Né en Roumanie, Cioran publie ses premiers écrits en roumain, se penche sur la philosophie, soutient une thèse sur Bergson, étudie à Berlin avant de s’installer définitivement à Paris en 1937, hantant les chambres d’hôtel du Quartier Latin. Dix ans plus tard, il abandonne sa langue maternelle pour lui préférer le français – objet ardu de recherche en soi – et son Précis de décomposition est publié en 1949.

Que reste-t-il à l’être né de la Création quand celle-ci est vécue comme un magnifique et équivoque sabotage ? : «  C’est mon défaut d’élocution, mes balbutiements, ma façon saccadée de parler…, qui m’ont poussé par réaction à soigner quelque peu ce que j’écris et à me rendre plus ou moins digne d’un idiome que je malmène chaque fois que j’ouvre la bouche » (Écartèlement, 1979).

La mise en scène d’Antoine Caubet de Cioran / Entretien propose une conversation libre entre celui qui se réclame ni de la philosophie, ni de la sociologie, ni de la poésie, assis à une table de café, et la tenancière cultivée d’un débit de boissons.

Cioran est interprété par le comédien Christian Jéhanin qui ne roule pas les r à la roumaine, à la manière de Cioran qui se plaignait de son accent. L’acteur répond aux questions amusées de son interlocutrice avec bonhomie et gentillesse, une conversation à bâtons rompus, un partage opposé à l’amertume des propos.

La valeur prophétique de l’exergue à Écartèlement ne cesse d’interpeler le lecteur : « L’heure de fermeture a sonné dans les jardins de l’Occident. » (Cyril Connolly)

Le maître malgré lui évoque l’état insupportable de l’ennui – moment où le temps se détache de la conscience – qui ne semble guère avoir de fin, si ce n’est en transcendant cette condition à travers une mise à distance sereine des aliénations. L’habitué du bistrot fait allusion au bouddhisme qui l’a finalement déçu. Toute idée, si belle soit-elle, dépend de la passion du sujet qui la porte et en fait une idéologie.

Les philosophes devraient être « libres » mais leur passion inspire la méfiance.

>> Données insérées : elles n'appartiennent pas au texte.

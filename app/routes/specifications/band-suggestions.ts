import { data } from 'react-router'
import type { Route } from './+types/band-suggestions'
import { authorize } from '#app/.server/context.ts'
import { db } from '#app/.server/db/client.ts'
import { getVersionWorkspace } from '#app/.server/queries/specifications.ts'
import { loadSpectrum } from '#app/.server/services/spectra.ts'
import { suggestBandRows } from '#app/.server/services/spectrum-analysis.ts'

/** Rows suggested from the version's saved reference spectrum, as JSON for the band-table editor. */
export async function loader({ context, params }: Route.LoaderArgs) {
	authorize(context, 'spec:edit')
	const workspace = await getVersionWorkspace(db, params.specId, params.versionId)
	if (!workspace) throw data({ message: 'No such version.' }, { status: 404 })
	if (!workspace.content.referenceSpectrumId) {
		return Response.json({
			rows: [],
			groups: [],
			caveat: '',
			message: 'Choose the reference spectrum and save the draft first.',
		})
	}
	const reference = await loadSpectrum(db, workspace.content.referenceSpectrumId)
	if (!reference) throw data({ message: 'The reference spectrum is missing.' }, { status: 404 })
	return Response.json({ ...suggestBandRows(reference.spectrum, workspace.content), message: null })
}
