import { data, redirect } from 'react-router'
import type { Route } from './+types/$specId'
import { authorize } from '#app/.server/context.ts'
import { db } from '#app/.server/db/client.ts'
import { getLatestVersionId } from '#app/.server/queries/specifications.ts'

/** A specification's address opens its latest version. */
export async function loader({ context, params }: Route.LoaderArgs) {
	authorize(context, 'spec:read')
	const versionId = await getLatestVersionId(db, params.specId)
	if (!versionId) throw data({ message: 'There is no specification at this address.' }, { status: 404 })
	return redirect(`/specifications/${params.specId}/versions/${versionId}`)
}
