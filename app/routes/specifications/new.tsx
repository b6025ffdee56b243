import { getFormProps, getInputProps, getSelectProps, useForm } from '@conform-to/react'
import { parseWithZod } from '@conform-to/zod/v4'
import { data, Form, Link, useNavigation } from 'react-router'
import { z } from 'zod'
import type { Route } from './+types/new'
import { authorize } from '#app/.server/context.ts'
import { db } from '#app/.server/db/client.ts'
import { listMaterialChoices } from '#app/.server/queries/spectra.ts'
import { createSpecification, documentNumberPattern } from '#app/.server/services/specifications.ts'
import { redirectWithToast } from '#app/.server/toast.ts'
import { Field, FieldErrors, FormErrors, inputClass } from '#app/components/forms.tsx'
import { GeneralErrorBoundary } from '#app/components/general-error-boundary.tsx'
import { Button, buttonVariants } from '#app/components/ui/button.tsx'
import { PageHeader } from '#app/components/ui/page-header.tsx'

const NewSpecificationSchema = z.object({
	materialId: z
		.string({ message: 'Pick the material this specification identifies' })
		.uuid('Pick the material this specification identifies'),
	title: z
		.string({ message: 'Give the specification a title' })
		.trim()
		.min(5, 'A title has at least 5 characters')
		.max(200),
})

export async function loader({ context }: Route.LoaderArgs) {
	authorize(context, 'spec:create')
	return { materials: await listMaterialChoices(db), pattern: documentNumberPattern() }
}

export async function action({ request, context }: Route.ActionArgs) {
	const actor = authorize(context, 'spec:create')
	const submission = parseWithZod(await request.formData(), { schema: NewSpecificationSchema })
	if (submission.status !== 'success') return data({ result: submission.reply() }, { status: 400 })
	const outcome = await createSpecification(db, { actor, ...submission.value, now: new Date() })
	if (!outcome.ok)
		return data({ result: submission.reply({ formErrors: [outcome.error.message] }) }, { status: outcome.error.status })
	return redirectWithToast(`/specifications/${outcome.value.specificationId}/versions/${outcome.value.versionId}`, {
		kind: 'success',
		title: `${outcome.value.documentNumber} created`,
		description: 'Version 1 is a draft: fill in the method, reference spectrum, band table and criteria.',
	})
}

export default function NewSpecification({ loaderData, actionData }: Route.ComponentProps) {
	const navigation = useNavigation()
	const [form, fields] = useForm({
		lastResult: actionData?.result,
		onValidate: ({ formData }) => parseWithZod(formData, { schema: NewSpecificationSchema }),
		shouldValidate: 'onBlur',
		shouldRevalidate: 'onInput',
	})
	return (
		<>
			<PageHeader
				title="New specification"
				description={`The document number is given from the pattern ${loaderData.pattern} when you create it.`}
			/>
			<Form
				method="post"
				{...getFormProps(form)}
				className="bg-sheet border-rule max-w-2xl space-y-5 rounded-lg border p-6"
			>
				<FormErrors id={form.errorId} errors={form.errors} />
				<div>
					<label htmlFor={fields.materialId.id} className="mb-1 block text-sm font-medium">
						Material
					</label>
					<select
						{...getSelectProps(fields.materialId)}
						className={inputClass}
						aria-invalid={fields.materialId.errors ? true : undefined}
						aria-describedby={fields.materialId.errors ? fields.materialId.errorId : undefined}
					>
						<option value="">Choose a material…</option>
						{loaderData.materials.map((material) => (
							<option key={material.id} value={material.id}>
								{material.code} · {material.name}
							</option>
						))}
					</select>
					<FieldErrors id={fields.materialId.errorId} errors={fields.materialId.errors} />
				</div>
				<Field
					label="Title"
					hint="e.g. Identification of paracetamol by ATR-FTIR"
					errors={fields.title.errors}
					inputProps={getInputProps(fields.title, { type: 'text' })}
				/>
				<div className="flex gap-3">
					<Button type="submit" disabled={navigation.state === 'submitting'}>
						Create specification
					</Button>
					<Link to="/specifications" className={buttonVariants({ variant: 'secondary' })}>
						Cancel
					</Link>
				</div>
			</Form>
		</>
	)
}

export function meta() {
	return [{ title: 'New specification · Bandproof' }]
}

export function ErrorBoundary() {
	return <GeneralErrorBoundary />
}
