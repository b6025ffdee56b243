import { z } from 'zod'

/**
 * How many tasks wait in a person's queue, and when the server counted them: what the layout loader and the
 * /queue/count resource route answer, so the sidebar can keep whichever is newer.
 */
export const QueueCountSchema = z.object({ count: z.number().int().min(0), at: z.iso.datetime() })
export type QueueCount = z.infer<typeof QueueCountSchema>

/** The newer of two counts (by the server's time of counting); the first when they tie. */
export function newerQueueCount(a: QueueCount, b: QueueCount | null): QueueCount {
	return b && Date.parse(b.at) > Date.parse(a.at) ? b : a
}
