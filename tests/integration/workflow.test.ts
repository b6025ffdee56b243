import { asc, between, count, eq, sql } from 'drizzle-orm'
import { TransactionRollbackError } from 'drizzle-orm/errors'
import { expect, test } from 'vitest'
import { reauthenticate } from '#app/.server/auth.ts'
import { db } from '#app/.server/db/client.ts'
import { auditEvents } from '#app/.server/db/schema/audit.ts'
import { users } from '#app/.server/db/schema/auth.ts'
import { mailOutbox } from '#app/.server/db/schema/outbox.ts'
import { redlines, signatures, specVersions } from '#app/.server/db/schema/specifications.ts'
import { spectra } from '#app/.server/db/schema/spectra.ts'
import {
	acceptRedlineSuggestion,
	addRedline,
	replyToRedline,
	setRedlineStatus,
} from '#app/.server/services/redlines.ts'
import {
	applyDueEffectiveDates,
	type StepInput,
	takeWorkflowStep,
	versionContentHash,
} from '#app/.server/services/spec-workflow.ts'
import { parseContent, saveDraft, startNextVersion } from '#app/.server/services/specifications.ts'
import type { Actor } from '#shared/authz/permissions.ts'
import { bandAnchor } from '#shared/specs/redline-anchors.ts'
import type { WorkflowEvent } from '#shared/workflow/spec-version-machine.ts'
import {
	auditActionsFor,
	makeActor,
	makeSignedVersion,
	makeSubmittableDraft,
	RING_STRETCH_BAND,
	takeStep,
	TEST_PASSWORD,
} from '#tests/support/factories.ts'

const DAY = 24 * 60 * 60 * 1000
const REVIEWED = { type: 'sign', meaning: 'reviewed', reauthenticated: true } as const
const approvedFrom = (effectiveFrom: Date) =>
	({ type: 'sign', meaning: 'approved', reauthenticated: true, effectiveFrom }) as const
const REJECTION = 'The band tolerance is not justified by replicate measurements.'

/** Instants `seconds` after the start of a test, so that every step has its own time. */
function clock() {
	const start = Date.now()
	return (seconds: number) => new Date(start + seconds * 1000)
}

async function versionRow(versionId: string) {
	const [row] = await db.select().from(specVersions).where(eq(specVersions.id, versionId))
	if (!row) throw new Error(`no version ${versionId}`)
	return row
}

async function signaturesOf(versionId: string) {
	return db
		.select()
		.from(signatures)
		.where(eq(signatures.versionId, versionId))
		.orderBy(asc(signatures.signedAt), asc(signatures.meaning))
}

/** The mail queued about a version, oldest first, with sorted recipients. */
async function mailAbout(versionId: string) {
	const rows = await db
		.select()
		.from(mailOutbox)
		.where(eq(mailOutbox.entityId, versionId))
		.orderBy(asc(mailOutbox.createdAt), asc(mailOutbox.kind))
	return rows.map((row) => ({ kind: row.kind, to: [...row.to].sort(), createdAt: row.createdAt, text: row.text }))
}

const emails = (...actors: Array<Actor>) => actors.map((actor) => actor.email).sort()

/** Everything a workflow step could touch, across the whole database. */
async function footprint() {
	const [audit] = await db.select({ rows: count() }).from(auditEvents)
	const [mail] = await db.select({ rows: count() }).from(mailOutbox)
	return {
		versions: await db.select().from(specVersions).orderBy(specVersions.id),
		signatures: await db.select().from(signatures).orderBy(signatures.id),
		spectra: await db.select({ id: spectra.id, lockedAt: spectra.lockedAt }).from(spectra).orderBy(spectra.id),
		redlines: await db.select().from(redlines).orderBy(redlines.id),
		auditEvents: audit!.rows,
		mail: mail!.rows,
	}
}

/** What the signing dialog does: the password is checked again, and only then is the step taken. */
async function signWithPassword(actor: Actor, password: string, versionId: string, event: WorkflowEvent, now: Date) {
	const reauthenticated = await reauthenticate(actor.id, password)
	if (!reauthenticated.ok) return reauthenticated
	return takeWorkflowStep(db, { actor, versionId, event, now })
}

async function failedSignIns(userId: string) {
	const [row] = await db
		.select({ failedSignIns: users.failedSignIns, lockedUntil: users.lockedUntil })
		.from(users)
		.where(eq(users.id, userId))
	return row!
}

test('[WF-013] author submits, reviewer and approver sign with their passwords: effective at once, two signature manifestations over the content hash, spectrum locked — 21 CFR 11.50(a), 11.70, 11.200(a) — FACTS.md §3.1', async () => {
	const at = clock()
	const author = await makeActor(db, 'author')
	const reviewer = await makeActor(db, 'reviewer')
	const approver = await makeActor(db, 'approver')
	await db.update(users).set({ timeZone: 'Europe/Paris' }).where(eq(users.id, approver.id))
	const { versionId, referenceSpectrumId } = await makeSubmittableDraft(db, author, { now: at(0) })

	expect(await takeWorkflowStep(db, { actor: author, versionId, event: { type: 'submit' }, now: at(1) })).toEqual({
		ok: true,
		value: { state: 'in_review' },
	})
	expect(await signWithPassword(reviewer, TEST_PASSWORD, versionId, REVIEWED, at(2))).toEqual({
		ok: true,
		value: { state: 'in_review' },
	})
	expect(await signWithPassword(approver, TEST_PASSWORD, versionId, approvedFrom(at(3)), at(3))).toEqual({
		ok: true,
		value: { state: 'effective' },
	})

	const hashed = await versionContentHash(db, versionId)
	expect(hashed?.hash).toMatch(/^[0-9a-f]{64}$/)
	expect(await versionRow(versionId)).toMatchObject({
		state: 'effective',
		submittedAt: at(1),
		effectiveFrom: at(3),
		effectiveAt: at(3),
		lockedAt: at(3),
		contentSha256: hashed!.hash,
	})
	const signed = await signaturesOf(versionId)
	expect(signed).toMatchObject([
		{
			signerId: reviewer.id,
			printedName: reviewer.name,
			meaning: 'reviewed',
			signedAt: at(2),
			signerTimeZone: 'UTC',
			contentSha256: hashed!.hash,
			voidedAt: null,
		},
		{
			signerId: approver.id,
			printedName: approver.name,
			meaning: 'approved',
			signedAt: at(3),
			signerTimeZone: 'Europe/Paris',
			contentSha256: hashed!.hash,
			voidedAt: null,
		},
	])
	for (const signature of signed) {
		expect(signature.statement).toContain(signature.printedName)
		expect(signature.statement).toContain(hashed!.hash)
		expect(signature.authentication).toBe('password re-entered at signing')
	}
	const [reference] = await db
		.select({ lockedAt: spectra.lockedAt })
		.from(spectra)
		.where(eq(spectra.id, referenceSpectrumId))
	expect(reference?.lockedAt).toEqual(at(3))
	expect(await auditActionsFor(db, versionId)).toEqual([
		'spec-version.saved',
		'spec-version.submit',
		'spec-version.sign-reviewed',
		'spec-version.sign-approved',
		'spec-version.make-effective',
	])
})

test('[WF-007] a second version through the same path supersedes the first in the same transaction — 21 CFR 11.10(f) — FACTS.md §3.1', async () => {
	const at = clock()
	const author = await makeActor(db, 'author')
	const reviewer = await makeActor(db, 'reviewer')
	const approver = await makeActor(db, 'approver')
	const first = await makeSignedVersion(db, { author, reviewer, approver }, { now: at(0) })
	expect(first.state).toBe('effective')
	const next = await startNextVersion(db, {
		actor: author,
		specificationId: first.specificationId,
		changeReason: 'Tighter tolerance after the 2026 method review.',
		now: at(1),
	})
	if (!next.ok) throw next.error
	await takeStep(db, author, next.value.versionId, { type: 'submit' }, at(2))
	await takeStep(db, reviewer, next.value.versionId, REVIEWED, at(3))
	expect(await takeStep(db, approver, next.value.versionId, approvedFrom(at(4)), at(4))).toBe('effective')

	expect(await versionRow(first.versionId)).toMatchObject({ state: 'superseded', supersededAt: at(4) })
	expect(await versionRow(next.value.versionId)).toMatchObject({
		state: 'effective',
		effectiveAt: at(4),
		versionNumber: 2,
	})
	const effective = await db
		.select({ id: specVersions.id })
		.from(specVersions)
		.where(eq(specVersions.state, 'effective'))
	expect(effective).toEqual([{ id: next.value.versionId }])
	// One transaction: the predecessor's supersede event sits between the approval and the new version's
	// make-effective, with no other event in between.
	const trail = await db
		.select()
		.from(auditEvents)
		.where(eq(auditEvents.occurredAt, at(4)))
		.orderBy(auditEvents.id)
	expect(trail.map((event) => [event.action, event.entityId])).toEqual([
		['spec-version.sign-approved', next.value.versionId],
		['spec-version.supersede', first.versionId],
		['spec-version.make-effective', next.value.versionId],
	])
	const adjacent = await db
		.select({ id: auditEvents.id })
		.from(auditEvents)
		.where(between(auditEvents.id, trail[0]!.id, trail[2]!.id))
	expect(adjacent).toHaveLength(3)
})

Quant à l’Histoire, elle suit un cours incontrôlable ; Cioran vient d’un pays européen écartelé, malmené entre peuples plus « forts », Hongrie, Autriche, Allemagne… L’écrivain a beaucoup lu les moralistes dont La Rochefoucauld, les philosophes du XVIII é siècle – Chamfort, Rousseau, Diderot – la poésie et l’Histoire, mû d’abord par ce dont il ne peut se détacher encore : la littérature, la vie et ce qu’il nomme Dieu.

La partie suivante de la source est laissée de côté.